[PROBLEM TO SOLVE]: From the entries that follow, copy exactly the lines beginning at the line holding "realpath(path: string): Promise<string>;" and continuing through the line holding "any depth. */".

[DATA SECTION]:

/**
 * The main process's IPC handlers as plain functions over injected dependencies (dialogs, file
 * access, recent list, recovery file, the window), so tests can call them without Electron.
 *
 * Rules at the boundary:
 * - every handler checks that the call comes from the app's own page (`isTrustedSender`), from
 *   its top frame (a frame inside the page gets no access);
 * - every argument is validated (validate.ts) before use: types, the exact number of arguments,
 *   paths (absolute, no control characters, at most 4096 characters, the right extension), texts
 *   at most MAX_FILE_CHARS (32 Mi characters) long, plan texts with a plan header;
 * - the renderer can only read files the user picked in a dialog or that are on the recent list,
 *   and a system file beside a plan it opened; only write paths the user picked or opened in
 *   this session;
 * - reads are of regular files only, at most MAX_FILE_CHARS bytes, timed out (app/main/diskFiles.ts
 *   over app/node/files.ts): a FIFO, a device or a link to one is refused without blocking;
 * - what is read must be the kind of file the channel carries (a plan, a system file: its JSON
 *   header says so, in a version this program reads), else it is refused: a crafted plan cannot
 *   make main hand over an arbitrary JSON file through `readSystemBeside`;
 * - `readSystemBeside` reads only inside the plan's own folder (and below it) or a folder the user
 *   chose a system file in through the dialog this session, compared by real paths (every
 *   symbolic link resolved, so a link out of the folder is outside); whatever it refuses — a
 *   path outside, a missing file, a FIFO, a file that is not a system file — gets one and the
 *   same refusal, which says nothing of the file (not whether it exists, not what it holds);
 * - a file a newer Waymark wrote is never overwritten (the renderer offers Save As instead);
 * - saves are atomic (app/node/files.ts `atomicWriteFile`) and keep the previous version
 *   as a backup.
 */
import { basename, dirname, isAbsolute, relative, resolve, sep } from 'node:path';
import {
  BINARY_EXPORTS,
  IPC,
  type DocumentState,
  type ExportKind,
  type OpenedFile,
  type RecentEntry,
  type RecoverySnapshot,
  type SavedFile,
} from '../preload/api.ts';
import { headerProblem, type FileKind } from '../preload/fileHeader.ts';
import type { OutputKind } from '../node/files.ts';
import type { RecentStore } from './recentFiles.ts';
import {
  ArgumentError,
  requireArguments,
  requireDocumentState,
  requireBytes,
  requireExportKind,
  requireFileName,
  requireFilePath,
  requireFileText,
  requireNoArguments,
  requireRecoverySnapshot,
  requireText,
} from './validate.ts';

export interface FileFilter {
  name: string;
  extensions: string[];
}

/** File types the plan dialogs offer; a plan path must end in one of PLAN_EXTENSIONS. */
export const PLAN_FILTERS: FileFilter[] = [{ name: 'Waymark plan', extensions: ['plan.json', 'json'] }];
export const PLAN_EXTENSIONS = ['.json'] as const;
export const SYSTEM_FILTERS: FileFilter[] = [{ name: 'Waymark star system', extensions: ['system.json', 'json'] }];

export const EXPORT_FILTERS: Record<ExportKind, FileFilter> = {
  oem: { name: 'CCSDS OEM ephemeris', extensions: ['oem', 'txt'] },
  csv: { name: 'CSV ephemeris', extensions: ['csv'] },
  'burns-csv': { name: 'CSV burn table', extensions: ['csv'] },
  report: { name: 'Markdown report', extensions: ['md'] },
  'schedule-json': { name: 'Burn schedule for a game (JSON)', extensions: ['json'] },
  'schedule-csv': { name: 'Burn schedule for a game (CSV)', extensions: ['csv'] },
  'runtime-json': { name: 'Runtime ephemeris (JSON)', extensions: ['json'] },
  'runtime-bin': { name: 'Runtime ephemeris (binary)', extensions: ['bin'] },
  'map-svg': { name: 'Δv map (SVG)', extensions: ['svg'] },
  'map-png': { name: 'Δv map (PNG)', extensions: ['png'] },
  'map-json': { name: 'Δv map (JSON)', extensions: ['json'] },
  'map-csv': { name: 'Δv map table (CSV)', extensions: ['csv'] },
  'calendar-csv': { name: 'Window calendar (CSV)', extensions: ['csv'] },
  'calendar-json': { name: 'Window calendar (JSON)', extensions: ['json'] },
};
const EXPORT_EXTENSIONS: Record<ExportKind, string[]> = {
  oem: ['.oem', '.txt'],
  csv: ['.csv'],
  'burns-csv': ['.csv'],
  report: ['.md'],
  'schedule-json': ['.json'],
  'schedule-csv': ['.csv'],
  'runtime-json': ['.json'],
  'runtime-bin': ['.bin'],
  'map-svg': ['.svg'],
  'map-png': ['.png'],
  'map-json': ['.json'],
  'map-csv': ['.csv'],
  'calendar-csv': ['.csv'],
  'calendar-json': ['.json'],
};

export interface HandlerDeps {
  dialogs: {
    /** Shows the open dialog; resolves to the chosen path or null when cancelled. */
    showOpen(filters: FileFilter[]): Promise<string | null>;
    showSave(defaultName: string, filters: FileFilter[]): Promise<string | null>;
  };
  files: {
    /** Reads a text file: regular files only, at most MAX_FILE_CHARS bytes (refused before reading), strict UTF-8. */
    readText(path: string): Promise<string>;
    /** The path with every symbolic link resolved; rejects when nothing is there. */
    realpath(path: string): Promise<string>;
    /** Saves atomically with a backup; with a `kind`, through the output guard of app/node/files.ts first. */
    writeAtomic(path: string, text: string | Uint8Array, kind?: OutputKind): Promise<void>;
  };
  recent: RecentStore;
  recovery: {
    read(): Promise<RecoverySnapshot | null>;
    write(snapshot: RecoverySnapshot): Promise<void>;
    clear(): Promise<void>;
  };
  window: {
    setDocumentState(state: DocumentState): void;
    /** Closes the window without asking again. */
    closeConfirmed(): void;
  };
  /** True when an IPC call comes from the app's own page. */
  isTrustedSender(url: string): boolean;
}

/** Who called: the URL of the sending frame, and whether it is the page's top frame. */
export interface Sender {
  url: string;
  topFrame: boolean;
}

export type Handler = (sender: Sender, ...args: unknown[]) => Promise<unknown>;

/** True when `path` lies inside the folder `root` (both real paths), at any depth. */
export function isInside(root: string, path: string): boolean {
  const r = relative(root, path);
  return r !== '' && r !== '..' && !r.startsWith(`..${sep}`) && !isAbsolute(r);
}

/** The one refusal of `readSystemBeside`, whatever the reason (it tells nothing about the file). */
export const BESIDE_REFUSAL =
  "names no system file this plan may read (it must be a Waymark system file in the plan's folder, or in a folder a system file was chosen from in this session)";

export function createIpcHandlers(deps: HandlerDeps): Record<string, Handler> {
  /** Paths the user chose in a dialog or opened this session; the only ones `save` writes. */
  const writable = new Set<string>();
  /** Real paths of the folders the user chose a system file in this session (readSystemBeside may read there). */
  const chosenFolders = new Set<string>();

  const guard =
    <A extends unknown[]>(fn: (...args: A) => Promise<unknown>, check: (args: unknown[]) => A): Handler =>
    async (sender, ...args) => {
      if (!deps.isTrustedSender(sender.url)) throw new ArgumentError('sender', `is not the app's page (${sender.url})`);
      if (sender.topFrame !== true) throw new ArgumentError('sender', "is not the top frame of the app's page");
      return fn(...check(args));
    };

  /** Reads a `kind` file: a regular file within the size limit whose header says it is one this program reads. */
  async function readOnly(path: string, kind: FileKind): Promise<OpenedFile> {
    const text = await deps.files.readText(path);
    const problem = headerProblem(text, kind);
    if (problem) throw new ArgumentError(basename(path), problem.rule);
    return { path, name: basename(path), text };
  }

  async function read(path: string): Promise<OpenedFile> {
    const opened = await readOnly(path, 'plan');
    writable.add(path);
    await deps.recent.add(path);
    return opened;
  }

  /**
   * Refuses to replace a plan file a newer Waymark wrote, and a file that is there but cannot be
   * read (unreadable, over the size limit, not UTF-8, not a regular file): what it holds is
   * unknown, so it is never overwritten silently. Only "nothing there" (ENOENT) lets the save go on.
   */
  async function refuseNewer(path: string): Promise<void> {
    let text: string;
    try {
      text = await deps.files.readText(path);
    } catch (err) {
      if ((err as { code?: unknown }).code === 'ENOENT') return; // no file there yet
      const reason = err instanceof Error ? err.message : String(err);
      throw new ArgumentError(
        basename(path),
        `is there but could not be read (${reason}), so what it holds is unknown and it is not overwritten; make it readable or remove it, or use Save As to save under another name`,
      );
    }
    const problem = headerProblem(text, 'plan');
    if (problem?.newer) throw new ArgumentError(basename(path), `${problem.rule}: it is not overwritten; use Save As to save under another name`);
  }

  async function write(path: string, text: string): Promise<SavedFile> {
    await refuseNewer(path);
    await deps.files.writeAtomic(path, text, 'plan');
    writable.add(path);
    await deps.recent.add(path);
    return { path, name: basename(path) };
  }

  const none = (args: unknown[]): [] => {
    requireNoArguments(args);
    return [];
  };

  return {
    [IPC.openDialog]: guard(async (): Promise<OpenedFile | null> => {
      const path = await deps.dialogs.showOpen(PLAN_FILTERS);
      return path === null ? null : read(requireFilePath('path', path, PLAN_EXTENSIONS));
    }, none),

    [IPC.openRecent]: guard(
      async (path: string): Promise<OpenedFile> => {
        if (!(await deps.recent.has(path))) throw new ArgumentError('path', 'is not on the recent-files list');
        return read(path);
      },
      (args): [string] => {
        requireArguments(args, ['path']);
        return [requireFilePath('path', args[0], PLAN_EXTENSIONS)];
      },
    ),

    [IPC.openSystemDialog]: guard(async (): Promise<OpenedFile | null> => {
      const path = await deps.dialogs.showOpen(SYSTEM_FILTERS);
      if (path === null) return null;
      const opened = await readOnly(requireFilePath('path', path, PLAN_EXTENSIONS), 'system');
      // The user chose this folder: systems of plans may be read from it this session.
      chosenFolders.add(dirname(await deps.files.realpath(path)));
      return opened;
    }, none),

    [IPC.readSystemBeside]: guard(
      async (planPath: string, relativePath: string): Promise<OpenedFile> => {
        if (!writable.has(planPath)) throw new ArgumentError('planPath', 'is not a plan opened or saved in this session');
        const refused = new ArgumentError('relativePath', BESIDE_REFUSAL);
        let real: string;
        let roots: string[];
        try {
          real = await deps.files.realpath(resolve(dirname(planPath), relativePath));
          roots = [await deps.files.realpath(dirname(planPath)), ...chosenFolders];
        } catch {
          throw refused; // nothing there (not said)
        }
        if (!roots.some((root) => isInside(root, real))) throw refused;
        try {
          return await readOnly(real, 'system');
        } catch {
          throw refused; // not a regular file, too large, not a system file (not said which)
        }
      },
      (args): [string, string] => {
        requireArguments(args, ['planPath', 'relativePath']);
        const planPath = requireFilePath('planPath', args[0], PLAN_EXTENSIONS);
        const rel = requireText('relativePath', args[1], 4096);
        // biome-ignore lint/suspicious/noControlCharactersInRegex: a path with a control character in it is refused
        if (rel === '' || isAbsolute(rel) || /[\u0000-\u001f]/.test(rel) || !rel.toLowerCase().endsWith('.json')) {
          throw new ArgumentError('relativePath', 'must be a relative path to a .json file');
        }
        return [planPath, rel];
      },
    ),

    [IPC.save]: guard(
      async (path: string, text: string): Promise<SavedFile> => {
        if (!writable.has(path)) throw new ArgumentError('path', 'was not chosen by the user in this session (use Save As)');
        return write(path, text);
      },
      (args): [string, string] => {
        requireArguments(args, ['path', 'text']);
        return [requireFilePath('path', args[0], PLAN_EXTENSIONS), requireFileText('text', args[1], 'plan')];
      },
    ),

    [IPC.saveAs]: guard(
      async (suggestedName: string, text: string): Promise<SavedFile | null> => {
        const path = await deps.dialogs.showSave(suggestedName, PLAN_FILTERS);
        return path === null ? null : write(requireFilePath('path', path, PLAN_EXTENSIONS), text);
      },
      (args): [string, string] => {
        requireArguments(args, ['suggestedName', 'text']);
        return [requireFileName('suggestedName', args[0]), requireFileText('text', args[1], 'plan')];
      },
    ),

    [IPC.exportFile]: guard(
      async (kind: ExportKind, suggestedName: string, text: string | Uint8Array): Promise<SavedFile | null> => {
        const path = await deps.dialogs.showSave(suggestedName, [EXPORT_FILTERS[kind]]);
        if (path === null) return null;
        requireFilePath('path', path, EXPORT_EXTENSIONS[kind]);
        await deps.files.writeAtomic(path, text, kind);
        return { path, name: basename(path) };
      },
      (args): [ExportKind, string, string | Uint8Array] => {
        requireArguments(args, ['kind', 'suggestedName', 'text']);
        const kind = requireExportKind('kind', args[0]);
        const data = BINARY_EXPORTS.includes(kind) ? requireBytes('text', args[2]) : requireText('text', args[2]);
        return [kind, requireFileName('suggestedName', args[1]), data];
      },
    ),

    [IPC.recentList]: guard(async (): Promise<RecentEntry[]> => deps.recent.list(), none),

    [IPC.recoveryRead]: guard(async () => deps.recovery.read(), none),

    [IPC.recoveryWrite]: guard(
      async (snapshot: RecoverySnapshot) => deps.recovery.write(snapshot),
      (args): [RecoverySnapshot] => {
        requireArguments(args, ['snapshot']);
        return [requireRecoverySnapshot('snapshot', args[0])];
      },
    ),

    [IPC.recoveryClear]: guard(async () => deps.recovery.clear(), none),

    [IPC.documentState]: guard(
      async (state: DocumentState) => deps.window.setDocumentState(state),
      (args): [DocumentState] => {
        requireArguments(args, ['state']);
        return [requireDocumentState('state', args[0])];
      },
    ),

    [IPC.closeConfirmed]: guard(async () => deps.window.closeConfirmed(), none),
  };
}

/** The recovery file: one JSON snapshot, written atomically; unreadable or malformed reads as none. */
export function createRecoveryStore(
  file: string,
  fs: { readText(path: string): Promise<string>; writeAtomic(path: string, text: string): Promise<void>; remove(path: string): Promise<void> },
): HandlerDeps['recovery'] {
  return {
    async read() {
      try {
        return requireRecoverySnapshot('recovery', JSON.parse(await fs.readText(file)));
      } catch {
        return null;
      }
    },
    write: (snapshot) => fs.writeAtomic(file, JSON.stringify(snapshot)),
    clear: () => fs.remove(file).catch(() => undefined),
  };
}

[RESPONSE TO THIS TASK]:
    realpath(path: string): Promise<string>;
    /** Saves atomically with a backup; with a `kind`, through the output guard of app/node/files.ts first. */
    writeAtomic(path: string, text: string | Uint8Array, kind?: OutputKind): Promise<void>;
  };
  recent: RecentStore;
  recovery: {
    read(): Promise<RecoverySnapshot | null>;
    write(snapshot: RecoverySnapshot): Promise<void>;
    clear(): Promise<void>;
  };
  window: {
    setDocumentState(state: DocumentState): void;
    /** Closes the window without asking again. */
    closeConfirmed(): void;
  };
  /** True when an IPC call comes from the app's own page. */
  isTrustedSender(url: string): boolean;
}

/** Who called: the URL of the sending frame, and whether it is the page's top frame. */
export interface Sender {
  url: string;
  topFrame: boolean;
}

export type Handler = (sender: Sender, ...args: unknown[]) => Promise<unknown>;

/** True when `path` lies inside the folder `root` (both real paths), at any depth. */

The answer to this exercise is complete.